## Exercise brief
Show every line in the entries below where the word "FixedParameters" appears.

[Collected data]
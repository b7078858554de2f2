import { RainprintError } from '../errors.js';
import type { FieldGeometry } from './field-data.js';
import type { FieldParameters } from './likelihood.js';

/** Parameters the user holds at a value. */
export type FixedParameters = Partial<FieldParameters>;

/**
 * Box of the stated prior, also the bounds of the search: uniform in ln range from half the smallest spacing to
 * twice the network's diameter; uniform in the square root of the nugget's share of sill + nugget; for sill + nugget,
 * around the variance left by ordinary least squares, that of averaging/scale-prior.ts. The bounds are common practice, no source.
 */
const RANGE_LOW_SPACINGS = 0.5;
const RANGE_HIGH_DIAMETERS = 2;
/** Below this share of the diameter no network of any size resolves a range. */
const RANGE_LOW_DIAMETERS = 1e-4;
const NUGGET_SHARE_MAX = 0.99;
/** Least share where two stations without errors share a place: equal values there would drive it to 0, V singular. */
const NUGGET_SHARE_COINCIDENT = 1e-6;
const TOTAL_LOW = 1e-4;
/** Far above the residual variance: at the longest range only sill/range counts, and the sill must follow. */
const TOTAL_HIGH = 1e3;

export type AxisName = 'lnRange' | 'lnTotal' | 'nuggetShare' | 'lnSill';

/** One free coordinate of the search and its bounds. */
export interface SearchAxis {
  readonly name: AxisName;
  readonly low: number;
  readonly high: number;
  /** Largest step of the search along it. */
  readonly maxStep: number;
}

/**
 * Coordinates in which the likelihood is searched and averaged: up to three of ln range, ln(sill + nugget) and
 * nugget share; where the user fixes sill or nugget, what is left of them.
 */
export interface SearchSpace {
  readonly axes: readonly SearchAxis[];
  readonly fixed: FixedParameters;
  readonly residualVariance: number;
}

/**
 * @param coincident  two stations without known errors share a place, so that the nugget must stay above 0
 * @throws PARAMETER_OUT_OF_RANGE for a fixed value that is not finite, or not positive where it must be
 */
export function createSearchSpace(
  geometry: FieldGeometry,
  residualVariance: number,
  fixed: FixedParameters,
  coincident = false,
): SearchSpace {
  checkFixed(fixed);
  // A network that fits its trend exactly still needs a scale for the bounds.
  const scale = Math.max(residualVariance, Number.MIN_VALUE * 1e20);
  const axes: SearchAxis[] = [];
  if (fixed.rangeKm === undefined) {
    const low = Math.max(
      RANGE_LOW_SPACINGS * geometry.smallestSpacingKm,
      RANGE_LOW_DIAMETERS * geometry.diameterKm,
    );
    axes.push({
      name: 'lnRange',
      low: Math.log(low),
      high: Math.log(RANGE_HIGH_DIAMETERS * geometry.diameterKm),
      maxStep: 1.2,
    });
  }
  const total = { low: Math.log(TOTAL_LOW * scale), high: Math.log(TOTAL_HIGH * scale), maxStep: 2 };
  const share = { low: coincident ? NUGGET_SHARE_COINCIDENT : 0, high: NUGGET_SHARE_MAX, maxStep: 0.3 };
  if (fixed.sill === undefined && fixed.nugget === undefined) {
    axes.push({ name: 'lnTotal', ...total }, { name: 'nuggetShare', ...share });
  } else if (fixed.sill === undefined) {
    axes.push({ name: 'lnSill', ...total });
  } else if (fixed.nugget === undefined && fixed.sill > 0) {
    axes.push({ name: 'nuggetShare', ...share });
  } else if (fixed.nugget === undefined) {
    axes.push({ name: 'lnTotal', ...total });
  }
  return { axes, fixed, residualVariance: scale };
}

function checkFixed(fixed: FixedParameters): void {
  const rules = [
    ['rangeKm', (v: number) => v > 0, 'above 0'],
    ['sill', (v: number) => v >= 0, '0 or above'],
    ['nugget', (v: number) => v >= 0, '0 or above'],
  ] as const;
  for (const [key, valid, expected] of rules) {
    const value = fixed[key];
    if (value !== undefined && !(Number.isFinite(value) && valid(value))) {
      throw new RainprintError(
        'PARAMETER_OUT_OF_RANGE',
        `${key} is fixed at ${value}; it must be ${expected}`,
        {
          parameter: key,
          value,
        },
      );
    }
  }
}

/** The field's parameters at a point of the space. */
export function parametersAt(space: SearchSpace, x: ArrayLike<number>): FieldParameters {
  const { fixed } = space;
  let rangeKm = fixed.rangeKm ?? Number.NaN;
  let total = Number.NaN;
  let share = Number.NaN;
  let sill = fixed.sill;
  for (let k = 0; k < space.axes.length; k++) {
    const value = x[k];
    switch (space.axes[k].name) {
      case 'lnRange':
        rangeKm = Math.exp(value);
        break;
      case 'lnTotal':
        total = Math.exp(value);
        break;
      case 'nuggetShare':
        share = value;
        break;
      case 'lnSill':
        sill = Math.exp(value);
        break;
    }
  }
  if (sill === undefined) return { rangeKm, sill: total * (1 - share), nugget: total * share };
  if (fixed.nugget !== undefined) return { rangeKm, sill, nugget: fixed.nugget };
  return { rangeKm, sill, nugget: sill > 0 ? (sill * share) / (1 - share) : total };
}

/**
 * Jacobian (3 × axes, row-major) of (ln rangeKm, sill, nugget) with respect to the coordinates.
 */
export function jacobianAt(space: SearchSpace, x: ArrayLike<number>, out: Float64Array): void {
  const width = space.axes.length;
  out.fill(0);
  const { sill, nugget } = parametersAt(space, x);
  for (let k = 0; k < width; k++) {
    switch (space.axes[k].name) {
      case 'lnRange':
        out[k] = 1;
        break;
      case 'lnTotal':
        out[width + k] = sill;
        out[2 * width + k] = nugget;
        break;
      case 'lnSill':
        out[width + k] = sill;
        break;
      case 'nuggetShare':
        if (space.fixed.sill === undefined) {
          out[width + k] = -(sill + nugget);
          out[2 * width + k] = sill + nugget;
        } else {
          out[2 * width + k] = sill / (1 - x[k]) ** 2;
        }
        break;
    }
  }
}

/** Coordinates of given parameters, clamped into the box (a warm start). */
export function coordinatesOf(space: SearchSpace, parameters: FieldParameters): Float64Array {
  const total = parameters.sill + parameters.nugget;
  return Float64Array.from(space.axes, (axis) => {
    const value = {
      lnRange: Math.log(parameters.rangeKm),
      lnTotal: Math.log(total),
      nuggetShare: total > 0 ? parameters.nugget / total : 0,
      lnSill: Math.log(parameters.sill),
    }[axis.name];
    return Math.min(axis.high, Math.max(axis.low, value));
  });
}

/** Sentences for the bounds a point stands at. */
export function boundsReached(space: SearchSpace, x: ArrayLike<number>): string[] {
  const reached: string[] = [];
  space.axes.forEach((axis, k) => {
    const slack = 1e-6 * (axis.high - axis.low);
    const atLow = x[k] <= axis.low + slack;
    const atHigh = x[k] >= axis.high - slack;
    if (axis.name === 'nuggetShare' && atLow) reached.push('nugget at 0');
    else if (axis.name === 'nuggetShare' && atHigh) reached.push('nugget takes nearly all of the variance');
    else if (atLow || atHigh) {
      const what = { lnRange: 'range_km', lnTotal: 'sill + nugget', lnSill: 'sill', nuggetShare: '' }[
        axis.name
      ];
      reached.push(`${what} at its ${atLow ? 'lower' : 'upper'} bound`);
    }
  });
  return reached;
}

## Output for this exercise
export type FixedParameters = Partial<FieldParameters>;
  readonly fixed: FixedParameters;
  fixed: FixedParameters,
function checkFixed(fixed: FixedParameters): void {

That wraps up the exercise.